A government nightmare – and the end of shareholder democracy?

Traditionally, the point of an IPO – especially for this year’s capital-intensive “mega-violation” of SpaceX, OpenAI and Anthropic – has been to raise a wall of new cash. It will also provide greater accountability to investors. However, Musk has always been different.

The structure proposed in the SpaceX prospectus is at best a government nightmare – and at worst the death knell for shareholder democracy.

Single-vote shareholders will be forced to pursue legal disputes through private arbitration rather than the courts. The requirement to appoint independent members to board committees will be removed. The company’s CEO, chief technology officer and chairman can’t be fired – and is facing a remuneration package potentially worth $1 trillion, depending on him delivering one million computing centers in space. SpaceX currently has zero.

Small savers rejoice – institutions must choose

“So be it!” exclaims Musk’s following of loyal small savers, who have been rewarded for their unconditional faith with an unprecedented allocation of 30 percent of the first stock exchanges. (And many with direct payment for juggling in the media)

Small savers’ participation in the US stock market has skyrocketed in recent years – from 15 percent of daily stock trading volume in 2020 to 37 percent now. At the same time, there has been a historic increase in two-class stock structures, which allow entrepreneurs to retain control of companies even after they have sold out to the public.

“Small savers look at the success of these tech-bros, and they think: That’s what I want to be. So I will tolerate a more authoritarian system,” says Iain MacNeil, professor of commercial law at the University of Glasgow.

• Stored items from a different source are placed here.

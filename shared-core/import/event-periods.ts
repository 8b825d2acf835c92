import type { Result } from '../result.js';
import { fail, ok } from '../result.js';
import type { Observation } from '../study/analysis-types.js';
import { resolveColumns } from './column-mapping.js';
import type { Cell, DecodedTable } from './decoded-table.js';
import { cellText, isBlankCell } from './decoded-table.js';
import type { DateCellText } from './date-text.js';
import { chooseDateOrder, dateParts, resolveDate } from './date-text.js';
import { chooseDecimalMark } from './decimal-mark.js';
import type { ChangedCell, ImportOutcome, ImportReport, ImportWarning, Rejection } from './import-report.js';
import type { ImportSettings } from './import-settings.js';
import type { PeriodKey } from './period-key.js';
import { dayKey, defaultShiftStarts, shiftKey, shiftStartMinutes, weekKey } from './period-key.js';
import { appendCapped, readCount, readUnits, sourceLocation } from './read-observations.js';

export type EventPeriod = 'lot' | 'shift' | 'day' | 'week';

/** The columns of an event list: one row per nonconformity (or per batch of them, with a count). */
export interface EventMapping {
  /** The timestamp of each event (day, week, shift) or its lot. */
  time: string;
  category?: string;
  /** Nonconformities the row records; without it each row is one nonconformity. */
  count?: string;
  /** Inspection units of the row's period, repeated on each row (instead of a units table). */
  units?: string;
}

/** A second table (or sheet) giving each period's inspection units, zero-event periods included. */
export interface UnitsTable {
  table: DecodedTable;
  /** The column that names the period: a lot, or a date or date-time within the period. */
  key: string;
  units: string;
}

export interface EventSettings extends ImportSettings {
  period: EventPeriod;
  /** Shift start times (HH:MM); three eight-hour shifts from 06:00 when left out. */
  shiftStarts?: string[];
  unitsTable?: UnitsTable;
}

export const uncategorized = '(no category)';

interface PeriodBuild {
  key: PeriodKey;
  count: number;
  rows: number[];
  units?: { value: number; row: number };
  categories: Map<string, number>;
  unitsRow?: number;
}
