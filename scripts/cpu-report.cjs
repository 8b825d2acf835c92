// Preloaded into benchmarked child processes: reports the CPU time the process used (all its
// threads), so that ratios hold even when other work shares the machine. Preloads run in worker
// threads too; only the main thread reports, at the process's exit.
// eslint-disable-next-line @typescript-eslint/no-require-imports -- a CommonJS preload has only require
if (require('node:worker_threads').isMainThread) {
  process.on('exit', () => {
    const { user, system } = process.cpuUsage();
    process.stderr.write(`\ncpu-seconds ${(user + system) / 1e6}\n`);
  });
}
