// Preloaded into benchmarked child processes: reports the CPU time the process used, so that
// ratios hold even when other work shares the machine.
process.on('exit', () => {
  const { user, system } = process.cpuUsage();
  process.stderr.write(`\ncpu-seconds ${(user + system) / 1e6}\n`);
});
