import type { ColumnMapping } from './column-mapping.js';
import { suggestMapping } from './column-mapping.js';
import type { DecodedTable } from './decoded-table.js';
import { cellText } from './decoded-table.js';

/** What the mapping screen shows before anything is validated: the first rows and a suggestion. */
export interface TablePreview {
  file: string;
  sheet?: string;
  headerRow: number;
  header: string[];
  /** The first data rows as the user would read them, with their spreadsheet row numbers. */
  rows: { row: number; cells: string[] }[];
  totalRows: number;
  /** Columns suggested from the header names; the user confirms or changes each one. */
  suggested: Partial<ColumnMapping>;
}

/** The first `limit` rows of a decoded table as text, with a suggested column mapping. */
export function tablePreview(table: DecodedTable, limit = 20): TablePreview {
  return {
    file: table.file,
    ...(table.sheet === undefined ? {} : { sheet: table.sheet }),
    headerRow: table.headerRow,
    header: [...table.header],
    rows: table.rows.slice(0, limit).map(({ row, cells }) => ({
      row,
      cells: table.header.map((_, index) => {
        const cell = cells[index] ?? null;
        // A workbook date shows as its calendar date (or date-time), not as a UTC timestamp.
        if (cell instanceof Date && !Number.isNaN(cell.getTime())) {
          const iso = cell.toISOString();
          return iso.endsWith('T00:00:00.000Z') ? iso.slice(0, 10) : iso.slice(0, 19).replace('T', ' ');
        }
        return cellText(cell);
      }),
    })),
    totalRows: table.rows.length,
    suggested: suggestMapping(table.header),
  };
}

But institutional investors – including in the UK – still have to decide whether they can hold their noses. Scottish Mortgage, the UK’s largest investment pledge and a FTSE 100 company managed by Baillie Gifford, is one investor who is part of the journey. Between 2018 and 2021, it bought $200 million worth of SpaceX shares, which at its proposed market valuation has a paper value of nearly £3 billion.

That’s a potentially huge win for hundreds of thousands of ISA investors. But in order to realise it, the fund must sell before the market does. If, as reported, SpaceX insiders are allowed to sell immediately through an exemption from the standard 180-day lock-up period – and institutional investors like Scottish Mortgage don’t get it – the timing will be tricky.

“You are completely dependent on the ‘bigger idiots theory’

“They will not pay dividends, at least not in the foreseeable future. So the only reason you’re buying this as an investor is because you think you’ll be able to sell for more in the future,” explains the corporate governance expert.

“You are completely dependent on the ‘bigger idiots theory’.